Glenbard West Physics
Energy Skate Park
Name:____________
Period:____________
Open the “Thawspace (T:)” directory found by double clicking on “My Compter” Icon. Open the file:
energy-skate-park.jar
Directions:
(a)Create a track for the skater that has at least one loop (you add track by clicking and dragging in
pieces from the top left corner). DO NOT MAKE YOUR TRACK TOO BIG, OR THE
PROGRAM WILL CRASH!!!
(b) Once you track is set up answer the following questions.
(c) Once your track is created DO NOT PRESS THE “RESET” BUTTON!!!! If your skater falls off
the track, press the “Return Skater” button on the top right.
Questions:
1) Start your skater at the top of your track and let your skater do his thing. Draw a picture of your skate ramp
below. Be sure to include where the ground is in relation to your track.

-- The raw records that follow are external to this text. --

function buildIndexView(index: IndexCalibration, calibration: Calibration, outlook: Outlook, yearValues: ReadonlyMap<number, number>): IndexView {
  const fireYearSet = new Set(calibration.fireYears.years);
  const period = calibration.period;
  const current = outlook.current.find((phase) => phase.index === index.name);
  const tests = new Map(index.contingency.perPhase.map((test) => [test.label, test]));
  const phases = index.phases.map((phase) => {
    const test = tests.get(phase.label);
    const oddsRatio = test?.oddsRatio;
    return {
      label: phase.label,
      years: formatCount(phase.years),
      fireYears: formatCount(phase.fireYears),
      chance: probabilityText(phase.probability),
      ratio: phase.ratioToBase === null ? NOT_ENOUGH_DATA : `${formatDecimal(phase.ratioToBase, 1)}×`,
      categories: `${phase.categories.below} / ${phase.categories.near} / ${phase.categories.above}`,
      fisher: test?.fisherPValue === null || test?.fisherPValue === undefined ? NOT_ENOUGH_DATA : formatPValue(test.fisherPValue),
      residual: test?.residual === null || test?.residual === undefined ? NOT_ENOUGH_DATA : signed(test.residual, 2),
      oddsRatio:
        oddsRatio === undefined || oddsRatio.estimate === null
          ? NOT_ENOUGH_DATA
          : `${formatDecimal(oddsRatio.estimate, 2)}` +
            (oddsRatio.lower !== null && oddsRatio.upper !== null ? ` (${formatDecimal(oddsRatio.lower, 2)}–${formatDecimal(oddsRatio.upper, 2)})` : "") +
            (oddsRatio.haldaneCorrected ? "*" : ""),
      smallSample: phase.smallSample,
      isCurrent: current !== undefined && current.label === phase.label,
    };
  });
  const contingency = index.contingency;
  const testText =
    contingency.chiSquare === null || contingency.pValue === null
      ? `Chi-square test: ${missing(contingency.reason)}.`
      : `Chi-square test of high-fire years by phase: X² = ${formatDecimal(contingency.chiSquare, 2)}, df = ${contingency.df}, ` +
        pEquals("p", contingency.pValue) +
        (contingency.qValue === null ? "" : `, false discovery rate ${pEquals("q", contingency.qValue)} across all indices`) +
        "." +
        (contingency.smallExpectedShare > 0
          ? ` ${Math.round(contingency.smallExpectedShare * 100)}% of expected counts are below 5, so read the chi-square p-value with care (Fisher exact p-values per phase are exact).`
          : "");

  const sea = index.sea;
  const seaAvailable = sea.mean.some((value) => value !== null);
  const outside: string[] = [];
  const clearEarlierLags: number[] = [];
  sea.lags.forEach((lag, i) => {
    const mean = sea.mean[i];
    const ci95 = sea.ci95[i];
    if (mean === null || mean === undefined || ci95 === null || ci95 === undefined) return;
    if (mean < ci95[0] || mean > ci95[1]) {
      const p = sea.pValue[i];
      const q = sea.qValue[i];
      if (lag !== 0 && isFiniteNumber(q) && q <= 0.05) clearEarlierLags.push(lag);
      outside.push(
        `lag ${signed(lag, 0)} (${signed(mean, 2)}` +
          (p === null || p === undefined ? "" : `, ${pEquals("p", p)}`) +
          (q === null || q === undefined ? "" : `, ${pEquals("q", q)}`) +
          ")",
      );
    }
  });
  const seaChartSvg = seaChart({ indexName: index.name, lags: sea.lags, mean: sea.mean, ci95: sea.ci95, ci99: sea.ci99 });

  const aggregated = index.aggregated;
  const aggregatedRows = aggregated.lags.map((lag, i) => {
    const r = aggregated.r[i];
    const p = aggregated.pValue[i];
    const n = aggregated.effectiveN[i];
    return {
      lag: signed(lag, 0),
      r: r === null || r === undefined ? NOT_ENOUGH_DATA : signed(r, 2),
      pValue: p === null || p === undefined ? NOT_ENOUGH_DATA : formatPValue(p),
      effectiveN: n === null || n === undefined ? NOT_ENOUGH_DATA : formatDecimal(n, 1),
    };
  });
  const aggregatedAvailable = aggregated.r.some((value) => value !== null);

  const stability = index.stability;
  const base = calibration.baseRate.estimate ?? 0;
  const stabilitySvg = stabilityChart({
    windows: stability.windows.map((window) => ({
      first: window.first,
      last: window.last,
      phases: window.phases.map((phase) => ({
        label: phase.label,
        estimate: phase.probability.estimate,
        lower: phase.probability.lower,
        upper: phase.probability.upper,
      })),
    })),
    labels: index.definition.labels,
    baseRate: base,
  });

  return {
    name: index.name,
    ruleText: describePhaseRule(index, period),
    currentText:
      current === undefined
        ? null
        : `This season: ${current.label} (${formatDecimal(current.value, 2)}${current.nearBoundary ? ", near a phase boundary" : ""}).`,
    phases,
    testText,
    oddsChart: trustSvg(
      oddsByPhaseChart({
        indexName: index.name,
        phases: index.phases.map((phase) => ({
          label: phase.label,
          estimate: phase.probability.estimate,
          lower: phase.probability.lower,
          upper: phase.probability.upper,
          years: phase.years,
          smallSample: phase.smallSample,
          isCurrent: current !== undefined && current.label === phase.label,
        })),
        baseRate: { estimate: calibration.baseRate.estimate, lower: calibration.baseRate.lower, upper: calibration.baseRate.upper },
      }),
    ),
    sea: {
      available: seaAvailable,
      missingText: seaAvailable ? null : missing(sea.reason),
      chart: trustSvg(seaChartSvg),
      caption:
        `Mean ${index.name} departure in the years around ${plural(sea.eventYears.length, "high-fire year", "high-fire years")}` +
        (sea.eventYears.length < calibration.fireYears.years.length
          ? ` (of the ${formatCount(calibration.fireYears.years.length)}: those whose whole window has ${index.name} values)`
          : "") +
        " (lag 0 = the high-fire year); " +
        "the shaded envelope shows how far chance alone goes (random years; settings in Appendix A).",
      outsideText:
        !seaAvailable
          ? ""
          : outside.length === 0
            ? "No lag lies beyond the 95% chance envelope."
            : `Beyond the 95% chance envelope: ${outside.join("; ")}.` +
              (clearEarlierLags.length === 0
                ? ""
                : ` The outlook uses only this winter's ${index.name} value (lag 0), so a link at ${clearEarlierLags.length === 1 ? "lag" : "lags"} ` +
                  `${clearEarlierLags.map((lag) => signed(lag, 0)).join(", ")} (through ${clearEarlierLags.every((lag) => lag < 0) ? "an earlier" : "another"} winter) is shown here but not used in the odds.`),
    },
    aggregated: {
      available: aggregatedAvailable,
      missingText: aggregatedAvailable ? null : missing(aggregated.reason),
      caption:
        `Fire activity and ${index.name} averaged in ${plural(aggregated.blocks, "block", "blocks")} of ${aggregated.blockYears} years; ` +
        "Pearson r at block lags (negative: the index leads), p-values from the effective sample size.",
      rows: aggregatedRows,
    },
    curve: curveView(
      index,
      calibration.years.flatMap((year) => {
        const value = yearValues.get(year);
        return value === undefined ? [] : [{ value, fireYear: fireYearSet.has(year) }];
      }),
      current === undefined ? null : current.value,
      calibration.years.length,
    ),
    stability: {
      chart: trustSvg(stabilitySvg),
      caption:
        `Chance of a high-fire year by ${index.name} phase in moving windows of ${stability.window} years, step ${stability.step} years ` +
        `(${plural(stability.windows.length, "window", "windows")}); a link that holds through time stays on the same side of the average year.`,
    },
  };
}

2) Click the “Show Pie Chart” box on the right. Watch your skater move through the track with the pie chart
a few times. Pay attention to how the energy changes between potential and kinetic energy as the skater
moves through the track. Label the following on your picture above:
A) Place an ‘A’ on your track where the potential energy is the greatest. (There may be more than one place!!!)
B) Place a ‘B’ on your track where the kinetic energy is the greatest. (There may be more than one place!!!!)

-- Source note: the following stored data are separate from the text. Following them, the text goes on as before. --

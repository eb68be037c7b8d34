import { formatNumber } from '../../core/format';
import type { Forest } from '../../core/forest/forest';
import { predictEncoded } from '../../core/forest/predict';
import { targetCodes } from '../../core/forest/target';
import { findColumn } from '../../core/data/table';
import { RowVotes, type GroupAnswer } from '../../core/forest/row-votes';
import { flag, parse, UsageError, type Options } from '../args';
import { votesSizeProblem } from '../limits';
import { say, sayError } from '../terminal';
import { DEBUG_ENTRY, optionList } from '../help';
import { MODEL_ENTRIES, MODEL_OPTIONS, openForData } from '../model';
import { chooseRows, wantedRows } from '../rows';
import { boostedVotes } from './boosted-votes';
import { labelOf, membershipOfRows, roleName, trainingOf, type Role } from '../training';

export const VOTES_HELP = `Usage: copse votes MODEL DATA.csv --rows 1,7,12 [--json]

Shows how the trees of a saved forest (.json or .onnx) vote on chosen rows of DATA.csv.
Rows are counted from 1: the first row after the header is row 1.

For a boosted ensemble (an XGBoost .json model, or an ONNX ensemble that sums trees through a link) the trees
do not vote: each tree's own raw score on the row is shown with the running total from the base score
(log-odds for two classes, each class's raw score for several, the value for regression).

When DATA.csv is the file the forest was fitted on, a row it trained on is answered first by the trees that
never drew it (out-of-bag): the honest answer, since the other trees fitted that very row. The answer of all
the trees comes second.

Options:
${optionList([
  ['--rows LIST', 'comma-separated data row numbers (required)'],
  ['--json', 'print one JSON object'],
  ...MODEL_ENTRIES,
  DEBUG_ENTRY,
])}`;

const OPTIONS: Options = { rows: { type: 'string' }, json: { type: 'boolean' }, ...MODEL_OPTIONS };

/** One group of trees' answer, as the JSON gives it. */
interface GroupJson {
  prediction: string | number;
  probabilities?: Record<string, number>;
  counts?: Record<string, number>;
  agreement?: number;
  /** Regression: the standard deviation of the group's trees' values. */
  spread?: number;
  trees: number;
}

interface VoteRow {
  row: number;
  line: number;
  role: Role;
  label?: string | number;
  /** Which answer to read first: the out-of-bag trees' for a training row some tree left out, all trees' otherwise. */
  lead: 'out-of-bag' | 'all-trees';
  prediction: string | number;
  probabilities?: Record<string, number>;
  counts?: Record<string, number>;
  agreement?: number;
  spread?: number;
  /** Training rows: Breiman's margin over the out-of-bag votes. */
  margin?: number;
  outOfBag?: GroupJson;
  allTrees: GroupJson;
  /** Every tree's own vote (class or value), in tree order. */
  trees: Array<string | number>;
}

export async function runVotes(argv: string[]): Promise<void> {
  const args = parse('votes', argv, OPTIONS, 2);
  if (flag(args, 'help')) return void process.stdout.write(VOTES_HELP);
  const wanted = wantedRows(args, 'votes');
  const [modelPath, dataPath] = args.positionals;
  const { forest, notes } = await openForData(modelPath, dataPath, args, 'votes');
  const tooMany = votesSizeProblem(wanted.length, forest.trees.length);
  if (tooMany) throw new UsageError(tooMany, 'votes');
  const chosen = await chooseRows(forest, dataPath, wanted, 'votes');
  if (forest.boosting) {
    // JSON keeps the data as it is; text for people goes through the terminal-safe printer.
    const text = boostedVotes(forest, chosen, [...notes, ...chosen.loaded.warnings], flag(args, 'json'));
    return void (flag(args, 'json') ? process.stdout.write(text) : say(text));
  }
  const { loaded, tableRows, x, encoded } = chosen;
  const table = loaded.table;
  const training = trainingOf(forest, loaded, encoded);
  // Membership is known over the whole table; the chosen rows look theirs up, and one walk over the trees
  // gives both the all-trees and the out-of-bag answers.
  const membership = training.view ? membershipOfRows(training.view.membership, tableRows) : undefined;
  const prediction = predictEncoded(forest, x, wanted.length, membership);
  const targetColumn = findColumn(table, forest.schema.target.name);
  const allTruth = targetCodes(forest, table);
  const truth = Float64Array.from(tableRows, (r) => allTruth[r]);
  const holdout = new Set(tableRows.flatMap((r, j) => (training.view?.holdout.has(r) ? [j] : [])));
  const votes = new RowVotes(forest.schema.target.task, forest.schema.target.classes ?? [], prediction, truth, membership, holdout);
  const rows = wanted.map((row, j): VoteRow => {
    const a = votes.answer(j);
    // The top-level keys keep their meaning for scripts written before out-of-bag answers: all the trees.
    // `lead` says which group to read first, and `outOfBag` is that group for a training row.
    const { trees: _allTrees, ...all } = group(forest, a.all);
    const trees = Array.from({ length: votes.trees }, (_, t) => votes.vote(t, j));
    const classes = forest.schema.target.classes;
    return {
      row,
      line: table.lineOfRow[tableRows[j]],
      role: roleName(a.role),
      label: labelOf(forest, targetColumn, tableRows[j]),
      lead: a.lead,
      ...all,
      margin: a.margin,
      outOfBag: a.oob ? group(forest, a.oob) : undefined,
      allTrees: group(forest, a.all),
      trees: classes ? trees.map((v) => classes[v]) : trees,
    };
  });
  const warnings = [...notes, ...loaded.warnings];
  if (training.unknown) warnings.push(`${dataPath} is the file the forest was fitted on, but which trees drew each row cannot be told for certain: ${training.unknown} Every row is answered by all trees.`);
  if (flag(args, 'json')) {
    const target = forest.schema.target;
    process.stdout.write(JSON.stringify({ task: target.task, target: target.name, trees: votes.trees, warnings, rows }, null, 2) + '\n');
    return;
  }
  for (const w of warnings) sayError(`Warning: ${w}\n`);
  say(rows.map((r) => rowText(r)).join(''));
}

function group(forest: Forest, g: GroupAnswer): GroupJson {
  const classes = forest.schema.target.classes;
  if (g.tally.kind === 'classification' && classes) {
    const counts = g.tally.counts;
    return {
      prediction: classes[g.predicted],
      probabilities: Object.fromEntries(classes.map((c, k) => [c, g.proba![k]])),
      counts: Object.fromEntries(classes.map((c, k) => [c, counts[k]])),
      agreement: g.agreement,
      trees: g.tally.trees,
    };
  }
  const tally = g.tally as Extract<GroupAnswer['tally'], { kind: 'regression' }>;
  return { prediction: g.predicted, spread: tally.sd, trees: tally.trees };
}

const shown = (v: string | number) => (typeof v === 'number' ? formatNumber(v) : `"${v}"`);

function groupText(g: GroupJson): string {
  if (g.counts && g.probabilities) {
    const p = g.probabilities[g.prediction as string];
    const counts = Object.entries(g.counts).map(([c, n]) => `${c} ${n}`).join(', ');
    return `${shown(g.prediction)} (probability ${p.toFixed(2)}); votes ${counts}; agreement ${((g.agreement ?? NaN) * 100).toFixed(0)}%`;
  }
  return `${shown(g.prediction)} (spread across the trees ${formatNumber(g.spread ?? NaN)})`;
}

function rowText(r: VoteRow): string {
  const role = r.role === 'training' ? ', a training row' : r.role === 'holdout' ? ', held out of training' : '';
  const label = r.label === undefined ? '' : `, labelled ${shown(r.label)}`;
  let out = `Row ${r.row} (line ${r.line})${role}${label}:\n`;
  const all = r.allTrees;
  if (r.outOfBag) {
    const fitted = all.trees - r.outOfBag.trees;
    out += `  out-of-bag, the ${r.outOfBag.trees} trees that never drew this row: ${groupText(r.outOfBag)}\n`;
    out += `  all ${all.trees} trees, including the ${fitted} fitted on this row: ${groupText(all)}\n`;
  } else {
    if (r.role === 'training') out += `  every tree drew this row, so no tree gives an out-of-bag answer\n`;
    out += `  all ${all.trees} trees: ${groupText(all)}\n`;
  }
  return out;
}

3) Click the “Energy vs. Time” button on the right. Run your simulation again so your skater completes the
track from start to finish. Make sure you start at the beginning of your track!!! Pause the simulation and
press the ‘Rewind’ button. Then, drag the grey bar across the graph and observe the location of your skater.

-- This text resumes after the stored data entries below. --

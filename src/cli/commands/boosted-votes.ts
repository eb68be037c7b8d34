// `copse votes` on a boosted ensemble (an XGBoost model, a summed ONNX ensemble with a link): its trees do not
// vote; each adds a raw score to the margin of one output. So each chosen row shows every tree's own raw score
// and the running total from the base score, which the link turns into the prediction.
import { rawScoreName } from '../../core/forest/boosting';
import type { Forest } from '../../core/forest/forest';
import { predictEncoded } from '../../core/forest/predict';
import { treeOutputs } from '../../core/forest/tree-outputs';
import { findColumn } from '../../core/data/table';
import { sayError } from '../terminal';
import { labelOf } from '../training';
import type { ChosenRows } from '../rows';

interface TreeJson {
  tree: number;
  /** Classification: the class whose raw score the tree adds to. */
  class?: string;
  raw: number;
  /** The raw score of that output after this tree and every earlier one, base score included. */
  cumulative: number;
}

interface BoostedRow {
  row: number;
  line: number;
  label?: string | number;
  prediction: string | number;
  probabilities?: Record<string, number>;
  /** Raw score before any tree, and after all of them: per class, or the value. */
  base: number | Record<string, number>;
  rawScore: number | Record<string, number>;
  trees: TreeJson[];
}

export function boostedVotes(forest: Forest, chosen: ChosenRows, warnings: string[], json: boolean): string {
  const { wanted, tableRows, x, loaded } = chosen;
  const table = loaded.table;
  const target = forest.schema.target;
  const classes = target.classes;
  const K = classes?.length ?? 1;
  const p = forest.schema.features.length;
  const link = forest.boosting!.link;
  const scale = rawScoreName(link);
  const prediction = predictEncoded(forest, x, wanted.length);
  const column = findColumn(table, target.name);
  const perOutput = (a: Float64Array) => (classes ? Object.fromEntries(classes.map((c, k) => [c, a[k]])) : a[0]);
  const rows = wanted.map((row, j): BoostedRow => {
    const o = treeOutputs(forest, x, j * p);
    return {
      row,
      line: table.lineOfRow[tableRows[j]],
      label: labelOf(forest, column, tableRows[j]),
      prediction: classes ? classes[prediction.predicted[j]] : prediction.predicted[j],
      probabilities: classes ? Object.fromEntries(classes.map((c, k) => [c, prediction.proba![j * K + k]])) : undefined,
      base: perOutput(o.base),
      rawScore: perOutput(o.total),
      trees: Array.from(o.raw, (raw, t) => ({ tree: t + 1, class: classes && link === 'softmax' ? classes[o.output[t]] : undefined, raw, cumulative: o.cumulative[t] })),
    };
  });
  const notes = [
    ...warnings,
    `Boosted trees do not vote: each adds its raw score (${scale}) to a running total; agreement between trees and out-of-bag answers do not apply.`,
  ];
  if (json) {
    return JSON.stringify({ task: target.task, target: target.name, kind: 'boosted', link, scale, trees: forest.trees.length, warnings: notes, rows }, null, 2) + '\n';
  }
  for (const w of notes) sayError(`Warning: ${w}\n`);
  return rows.map((r) => rowText(r, scale, link === 'logistic' ? classes?.[1] : undefined)).join('\n');
}

const signed = (v: number) => (v >= 0 ? '+' : '') + v.toFixed(4);

function rowText(r: BoostedRow, scale: string, positive: string | undefined): string {
  const label = r.label === undefined ? '' : `, labelled ${typeof r.label === 'number' ? r.label : `"${r.label}"`}`;
  const head = r.probabilities
    ? `predicted "${r.prediction}" (probability ${r.probabilities[r.prediction as string].toFixed(3)})`
    : `predicted ${(r.prediction as number).toPrecision(6)}`;
  let out = `Row ${r.row} (line ${r.line})${label}: ${head}\n`;
  const of = positive ? ` of "${positive}"` : '';
  const base = typeof r.base === 'number' ? r.base : positive ? r.base[positive] : undefined;
  const total = typeof r.rawScore === 'number' ? r.rawScore : positive ? r.rawScore[positive] : undefined;
  if (base !== undefined && total !== undefined) out += `  ${r.trees.length} trees add raw scores (${scale}${of}): base ${signed(base)}, total ${signed(total)}\n`;
  else out += `  ${r.trees.length} trees each add a raw score (${scale}) to one class; totals ${Object.entries(r.rawScore as Record<string, number>).map(([c, v]) => `"${c}" ${signed(v)}`).join(', ')}\n`;
  const cells = [['tree', ...(r.trees.some((t) => t.class !== undefined) ? ['class'] : []), 'adds', 'running total']];
  for (const t of r.trees) cells.push([String(t.tree), ...(t.class !== undefined ? [t.class] : []), signed(t.raw), signed(t.cumulative)]);
  const widths = cells[0].map((_, c) => Math.max(...cells.map((row) => row[c].length)));
  out += cells.map((row) => '  ' + row.map((c, i) => (i === 0 ? c.padEnd(widths[i]) : c.padStart(widths[i]))).join('  ')).join('\n') + '\n';
  return out;
}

When are the kinetic and potential energy of the skater equal? Label these points as “C” your diagram
above.
4) Turn off the pie chart and the close the energy vs. time graph. Now change the location of your skater to
space, the moon, and Jupiter. Be sure to try changing your locations while the skater is moving in different
parts of your track, and try pressing the “Return Skater” button for each location. Explain the changes in
motion you observe when the skater goes to each new location.
Space –
Moon –
Jupiter –
5) Return your skater and course to Earth. At the top-right part of the screen there is a “Choose Skater”
button. Change your skater. (DO NOT CHOOSE THE BUG) By doing this you’ve also changed the
mass of the skater. Click the “Energy vs. Time” button again. Run your simulation again so your skater
completes the track from start to finish. Make sure you start at the beginning of your track!!! Using the pie
graph, observe where the skater is on the track when potential and kinetic energies are equal. Label these
points on your track as “D”.
6) After skating the course with your new skater, did you notice any significant difference between where on
your track the kinetic and potential energies are equal? In other words, compare points “C” and points “D”.
Are they close to the same spot or very different? Explain why.
7) Run your simulation again with the ‘Show Pie Graph’ box checked. While the skater is in motion, change
your skater while watching the pie graph. Does changing the mass of the skater change the total energy in
the skater-ramp system? Explain the relationship.
8) Finally, click the ‘Track Friction’ button on the right. Move the slider to the right. What happens to the
skater? As the skater moves through the track, what type(s) of energy does he possess now?
9) Move the skater around until you find where the skater has only thermal energy. What TWO things have to
happen for the skater to have only thermal energy?